One more point: Assuming these three Confederates were nurses at the Seminary Hospital, could they have been discharged because they were no longer needed? In fact, the documents held by Gettysburg College contain two examples of 1863 passes transferring Confederate nurses to the provost marshal for this very reason. One is dated July 27 and the other July 29.
These dates are important when considering the level of activity of these field hospitals and their staffing needs. As the month of July wore on and patients expired or became ambulatory, nurses were indeed sent away. However, the Seminary Hospital operated at capacity during the July 8-15 timeframe I focused on, so it seems unlikely that three nurses would be sent to the Provost Marshal during this time because they were not needed. This leads us back to the scenario of three prisoners seeking to take the Oath of Allegiance.
Final thoughts
In his article, Paul Bolcik asked several fundamental questions about the image: “During the postwar period, as the veterans aged and debated their places in history at reunions, monument dedication ceremonies and elsewhere, no one stepped forward to claim they were one of the three men in the image. No veteran publicly recognized them as comrades. This is curious, considering the wide circulation of the image in the media.” It stands to reason that at some point one of the three individuals, their family or fellow soldiers would have said something, perhaps at a reunion or in Confederate Veteran magazine. Unless, of course, the circumstances of their being photographed captured a moment each may not have been anxious to share.

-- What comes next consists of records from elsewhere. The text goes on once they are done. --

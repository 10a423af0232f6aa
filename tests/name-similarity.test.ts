import { createRequire } from "node:module";
import fc from "fast-check";
import { describe, expect, it } from "vitest";
import {
  CONTRACTION_MATCH_CREDIT,
  PET_NAME_MATCH_CREDIT,
  INITIAL_MATCH_CREDIT,
  initialsCompatible,
  jaro,
  jaroWinkler,
  levenshteinSimilarity,
  TOKEN_MATCH_MIN_JW,
  tokenSetSimilarity,
} from "../src/score/name-similarity.js";

/** natural's Jaro-Winkler (CommonJS, loaded by deep path): (s1, s2, { ignoreCase?, dj? }) => number. */
type NaturalJaroWinkler = (s1: string, s2: string, options?: { ignoreCase?: boolean }) => number;
const requireCjs = createRequire(import.meta.url);
const naturalJaroWinkler = requireCjs(
  "natural/lib/natural/distance/jaro-winkler_distance.js",
) as NaturalJaroWinkler;

/** Property-test runs: enough to find edge cases, small enough for a shared 2-core machine. */
const RUNS = 300;
/** Fixed seed so a failure reproduces. */
const SEED = 20240611;
/** Closeness of two floating-point computations of the same formula. */
const EPS = 1e-12;

/** Short strings over a small alphabet, so random pairs share letters and prefixes. */
const smallWord = fc.string({ unit: fc.constantFrom("a", "b", "c", "d", "e"), maxLength: 12 });
/** Same, with upper and lower case mixed. */
const mixedCaseWord = fc.string({ unit: fc.constantFrom("a", "A", "b", "B", "c"), maxLength: 10 });
const tokenList = fc.array(fc.string({ unit: fc.constantFrom("a", "b", "c", "d"), maxLength: 7 }), {
  maxLength: 5,
});

describe("jaro / jaroWinkler: published examples", () => {
  // Winkler, "String Comparator Metrics and Enhanced Decision Rules in the Fellegi-Sunter Model of
  // Record Linkage" (1990), as reproduced in the Wikipedia article "Jaro-Winkler distance";
  // values from memory, to the three decimals they are published with.
  it("MARTHA / MARHTA: jaro 0.944, Jaro-Winkler 0.961", () => {
    expect(jaro("MARTHA", "MARHTA")).toBeCloseTo(0.944, 3);
    expect(jaroWinkler("MARTHA", "MARHTA")).toBeCloseTo(0.961, 3);
  });
  it("DWAYNE / DUANE: jaro 0.822, Jaro-Winkler 0.840", () => {
    expect(jaro("DWAYNE", "DUANE")).toBeCloseTo(0.822, 3);
    expect(jaroWinkler("DWAYNE", "DUANE")).toBeCloseTo(0.84, 3);
  });
  it("DIXON / DICKSONX: jaro 0.767, Jaro-Winkler 0.813", () => {
    expect(jaro("DIXON", "DICKSONX")).toBeCloseTo(0.767, 3);
    expect(jaroWinkler("DIXON", "DICKSONX")).toBeCloseTo(0.813, 3);
  });
  it("exact fractions behind MARTHA / MARHTA (m = 6, t = 1)", () => {
    // Derived by hand from the Jaro definition: (6/6 + 6/6 + 5/6) / 3, then + 3 * 0.1 * (1 - jaro).
    const j = (1 + 1 + 5 / 6) / 3;
    expect(jaro("MARTHA", "MARHTA")).toBeCloseTo(j, 12);
    expect(jaroWinkler("MARTHA", "MARHTA")).toBeCloseTo(j + 0.3 * (1 - j), 12);
  });
});

describe("jaro / jaroWinkler: edge cases and options", () => {
  it("identical strings score 1, disjoint strings 0, empty against non-empty 0", () => {
    expect(jaro("", "")).toBe(1);
    expect(jaroWinkler("aldous", "aldous")).toBe(1);
    expect(jaro("abc", "xyz")).toBe(0);
    expect(jaro("", "abc")).toBe(0);
    expect(jaroWinkler("abc", "")).toBe(0);
  });
  it("handles names longer than the initial flag buffers", () => {
    const long = "stenning".repeat(20);
    expect(jaro(long, long + "x")).toBeGreaterThan(0.99);
    expect(jaro(long, long.split("").reverse().join(""))).toBeLessThan(1);
  });
  it("boosts only above the threshold (default 0.7, as in Winkler's paper)", () => {
    // m = 2 of 6 (a, b), no transpositions: jaro = (2/6 + 2/6 + 1) / 3 = 5/9 < 0.7. Hand-derived.
    const j = 5 / 9;
    expect(jaro("abcxyz", "abqrst")).toBeCloseTo(j, 12);
    expect(jaroWinkler("abcxyz", "abqrst")).toBeCloseTo(j, 12);
    expect(jaroWinkler("abcxyz", "abqrst", { boostThreshold: 0 })).toBeCloseTo(j + 2 * 0.1 * (1 - j), 12);
  });
  it("honors prefixScale and maxPrefix, and rejects options leaving [0, 1]", () => {
    const j = jaro("MARTHA", "MARHTA");
    expect(jaroWinkler("MARTHA", "MARHTA", { maxPrefix: 2 })).toBeCloseTo(j + 2 * 0.1 * (1 - j), 12);
    expect(jaroWinkler("MARTHA", "MARHTA", { prefixScale: 0.2 })).toBeCloseTo(j + 3 * 0.2 * (1 - j), 12);
    expect(() => jaroWinkler("a", "b", { prefixScale: 0.3 })).toThrow(RangeError);
    expect(() => jaroWinkler("a", "b", { prefixScale: -0.1 })).toThrow(RangeError);
  });
});

describe("jaroWinkler cross-checked against natural's implementation", () => {
  // Reference: natural 8.1.1, lib/natural/distance/jaro-winkler_distance.js. Read from its source:
  // it boosts every pair (no 0.7 threshold), uses p = 0.1 and a prefix of at most 4, and lowercases
  // only with { ignoreCase: true }. So it matches ours with boostThreshold 0.
  it("agrees with boostThreshold 0 on random pairs", () => {
    fc.assert(
      fc.property(smallWord, smallWord, (a, b) => {
        expect(Math.abs(jaroWinkler(a, b, { boostThreshold: 0 }) - naturalJaroWinkler(a, b))).toBeLessThan(
          EPS,
        );
      }),
      { numRuns: RUNS, seed: SEED },
    );
  });
  it("is case-sensitive like natural's default; natural's ignoreCase equals ours on lowercased input", () => {
    fc.assert(
      fc.property(mixedCaseWord, mixedCaseWord, (a, b) => {
        const ours = jaroWinkler(a, b, { boostThreshold: 0 });
        expect(Math.abs(ours - naturalJaroWinkler(a, b))).toBeLessThan(EPS);
        const la = a.toLowerCase();
        const lb = b.toLowerCase();
        if (la === lb && la.length === 1) return; // natural's single-letter slip, next test
        const oursFolded = jaroWinkler(la, lb, { boostThreshold: 0 });
        expect(Math.abs(oursFolded - naturalJaroWinkler(a, b, { ignoreCase: true }))).toBeLessThan(EPS);
      }),
      { numRuns: RUNS, seed: SEED },
    );
  });
  it("documents natural's one difference with ignoreCase: one letter differing only in case", () => {
    // Found by the random cross-check above. natural tests s1 === s2 before lowercasing, then its
    // match window floor(1/2) - 1 = -1 finds no match in two one-letter strings (jaro 0), and its
    // prefix loop runs past the ends of the strings to the cap of 4: 0 + 4 * 0.1 * (1 - 0) = 0.4.
    // Ours clamps the window at 0 and treats equal strings as identical: 1.
    expect(naturalJaroWinkler("B", "b", { ignoreCase: true })).toBeCloseTo(0.4, 12);
    expect(jaroWinkler("b", "b")).toBe(1);
    expect(jaroWinkler("B".toLowerCase(), "b")).toBe(1);
  });
  it("differs from natural only below the boost threshold with the default settings", () => {
    fc.assert(
      fc.property(smallWord, smallWord, (a, b) => {
        const ours = jaroWinkler(a, b);
        const theirs = naturalJaroWinkler(a, b);
        if (jaro(a, b) > 0.7) expect(Math.abs(ours - theirs)).toBeLessThan(EPS);
        else expect(ours).toBeLessThanOrEqual(theirs + EPS);
      }),
      { numRuns: RUNS, seed: SEED },
    );
  });
});

describe("levenshteinSimilarity", () => {
  // Classic Levenshtein distance examples found in textbooks and the Wikipedia article
  // "Levenshtein distance" (from memory): kitten/sitting 3, flaw/lawn 2, saturday/sunday 3.
  it("kitten / sitting: distance 3 of 7", () => {
    expect(levenshteinSimilarity("kitten", "sitting")).toBeCloseTo(1 - 3 / 7, 12);
  });
  it("flaw / lawn: distance 2 of 4", () => {
    expect(levenshteinSimilarity("flaw", "lawn")).toBeCloseTo(1 - 2 / 4, 12);
  });
  it("saturday / sunday: distance 3 of 8", () => {
    expect(levenshteinSimilarity("saturday", "sunday")).toBeCloseTo(1 - 3 / 8, 12);
  });
  it('"" / abc: distance 3 of 3; two empty strings: 1', () => {
    expect(levenshteinSimilarity("", "abc")).toBe(0);
    expect(levenshteinSimilarity("", "")).toBe(1);
  });
});

describe("tokenSetSimilarity", () => {
  it("identical token lists score 1, in any order", () => {
    expect(tokenSetSimilarity(["josiah", "aldous"], ["josiah", "aldous"])).toBe(1);
    expect(tokenSetSimilarity(["aldous", "josiah"], ["josiah", "aldous"])).toBe(1);
  });
  it("counts a one-letter OCR slip in a six-letter token with its Jaro-Winkler value", () => {
    const jw = jaroWinkler("aldous", "aldons");
    expect(jw).toBeGreaterThanOrEqual(TOKEN_MATCH_MIN_JW);
    expect(tokenSetSimilarity(["josiah", "aldous"], ["josiah", "aldons"])).toBeCloseTo(
      (2 * (1 + jw)) / 4,
      12,
    );
  });
  it("does not match unrelated short words", () => {
    expect(jaroWinkler("hill", "hall")).toBeLessThan(TOKEN_MATCH_MIN_JW);
    expect(tokenSetSimilarity(["mill", "hill"], ["mill", "hall"])).toBeCloseTo(0.5, 12);
  });
  it("gives an initial partial credit against a name with that letter", () => {
    // 2 * (0.8 + 1) / (2 + 3): "j" ~ "josiah", "aldous" = "aldous", "henry" unmatched.
    expect(tokenSetSimilarity(["j", "aldous"], ["josiah", "henry", "aldous"])).toBeCloseTo(
      (2 * (INITIAL_MATCH_CREDIT + 1)) / 5,
      12,
    );
    expect(tokenSetSimilarity(["h", "aldous"], ["josiah", "aldous"])).toBeCloseTo(0.5, 12);
  });
  it("gives a contraction partial credit where Jaro-Winkler falls short", () => {
    // "Intl", "Rgnl": a list's contractions of the words another list spells out.
    expect(jaroWinkler("intl", "international")).toBeLessThan(TOKEN_MATCH_MIN_JW);
    expect(tokenSetSimilarity(["tulsa", "intl"], ["tulsa", "international"])).toBeCloseTo(
      (2 * (1 + CONTRACTION_MATCH_CREDIT)) / 4,
      12,
    );
    expect(tokenSetSimilarity(["rgnl"], ["regional"])).toBeCloseTo(CONTRACTION_MATCH_CREDIT, 12);
    // Not a contraction: the last letters differ, or the letters are out of order.
    expect(tokenSetSimilarity(["inta"], ["international"])).toBe(0);
    expect(tokenSetSimilarity(["rngl"], ["regional"])).toBe(0);
  });
  it("gives a pet form of a given name partial credit", () => {
    expect(jaroWinkler("peggy", "margaret")).toBeLessThan(TOKEN_MATCH_MIN_JW);
    expect(tokenSetSimilarity(["peggy", "pell"], ["margaret", "pell"])).toBeCloseTo(
      (2 * (1 + PET_NAME_MATCH_CREDIT)) / 4,
      12,
    );
    expect(tokenSetSimilarity(["harry"], ["henry"])).toBeCloseTo(PET_NAME_MATCH_CREDIT, 12);
    expect(tokenSetSimilarity(["peggy"], ["mary"])).toBe(0); // a pet form of another name
  });
  it("uses each partner once (multisets)", () => {
    expect(tokenSetSimilarity(["port", "port"], ["port"])).toBeCloseTo(2 / 3, 12);
  });
  it("returns 0 for empty input", () => {
    expect(tokenSetSimilarity([], [])).toBe(0);
    expect(tokenSetSimilarity(["a"], [])).toBe(0);
  });
});

describe("initialsCompatible", () => {
  it("accepts initials for given names, in order", () => {
    expect(initialsCompatible(["j", "h", "aldous"], ["josiah", "henry", "aldous"])).toBe(true);
    expect(initialsCompatible(["j", "henry", "aldous"], ["josiah", "henry", "aldous"])).toBe(true);
  });
  it("allows a middle name to be omitted", () => {
    expect(initialsCompatible(["j", "aldous"], ["josiah", "henry", "aldous"])).toBe(true);
    expect(initialsCompatible(["j", "h", "aldous"], ["josiah", "amos", "henry", "aldous"])).toBe(true);
  });
  it("rejects an initial that fits no given name, or names out of order", () => {
    expect(initialsCompatible(["h", "aldous"], ["josiah", "aldous"])).toBe(false);
    expect(initialsCompatible(["h", "j", "aldous"], ["josiah", "henry", "aldous"])).toBe(false);
    expect(initialsCompatible(["j", "h", "aldous"], ["josiah", "aldous"])).toBe(false);
  });
  it("requires at least one initial and a given name", () => {
    expect(initialsCompatible(["aldous"], ["josiah", "aldous"])).toBe(false);
    expect(initialsCompatible(["josiah", "aldous"], ["josiah", "aldous"])).toBe(false);
  });
  it("tolerates a slight surname slip but not a different surname", () => {
    expect(jaroWinkler("aldous", "aldouss")).toBeGreaterThanOrEqual(0.92);
    expect(initialsCompatible(["j", "aldouss"], ["josiah", "aldous"])).toBe(true);
    expect(initialsCompatible(["j", "alden"], ["josiah", "aldous"])).toBe(false);
  });
});

describe("similarity properties", () => {
  const pairFunctions: [string, (a: string, b: string) => number][] = [
    ["jaro", jaro],
    ["jaroWinkler", (a, b) => jaroWinkler(a, b)],
    ["jaroWinkler (boost always)", (a, b) => jaroWinkler(a, b, { boostThreshold: 0 })],
    ["levenshteinSimilarity", levenshteinSimilarity],
  ];
  for (const [name, f] of pairFunctions) {
    it(`${name}: in [0, 1], symmetric, 1 on identical input`, () => {
      fc.assert(
        fc.property(smallWord, smallWord, (a, b) => {
          const s = f(a, b);
          expect(s).toBeGreaterThanOrEqual(0);
          expect(s).toBeLessThanOrEqual(1);
          expect(Math.abs(s - f(b, a))).toBeLessThan(EPS);
          expect(f(a, a)).toBe(1);
        }),
        { numRuns: RUNS, seed: SEED },
      );
    });
  }
  it("tokenSetSimilarity: in [0, 1], symmetric, 1 on identical non-empty input", () => {
    fc.assert(
      fc.property(tokenList, tokenList, (a, b) => {
        const s = tokenSetSimilarity(a, b);
        expect(s).toBeGreaterThanOrEqual(0);
        expect(s).toBeLessThanOrEqual(1 + EPS);
        expect(Math.abs(s - tokenSetSimilarity(b, a))).toBeLessThan(EPS);
        if (a.length > 0) expect(tokenSetSimilarity(a, [...a])).toBeCloseTo(1, 12);
      }),
      { numRuns: RUNS, seed: SEED },
    );
  });
});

To be clear, this is a theory. I hope a future researcher may find a pass similar to the one held by Gettysburg College—signed by the surgeon in charge of the Seminary Hospital, dated during the appropriate time, sending three prisoner of war nurses to the Provost Marshal’s office. Or perhaps there is a roster, or an account in a diary or letter in an archive or a private collection that fits this fact pattern, and would help us answer the question: Will they remain forever unknown?
Acknowledgments: Thanks to Peter Miele, Executive Director of the Seminary Ridge Museum & Education Center, for his extensive help researching this article, and to Paul Bolcik for his years of scholarship that help us better understand this photograph.
References: Bolcik, Paul, “Three Confederate Prisoners at Gettysburg; Exploring the Vast Void of an Iconic Photograph,” Military Images (Summer 2023); Brown, Retreat from Gettysburg; Coco, A Vast Sea of Misery; Coco, A Strange and Blighted Land; Dorris, Pardon and Amnesty Under Lincoln and Johnson; Frassanito, Gettysburg, A Journey in Time; National Archives.
Paul Russinoff of Baltimore has been a passionate collector and researcher of photographs from the Civil War since elementary school. He has been a subscriber to MI since its inception. His profile of Maj. Benjamin F. Watson, “A Savior of the Capitol,” (MI, Spring 2021) received an Army Historical Foundation Distinguished Writing Award. Paul is a MI Senior Editor.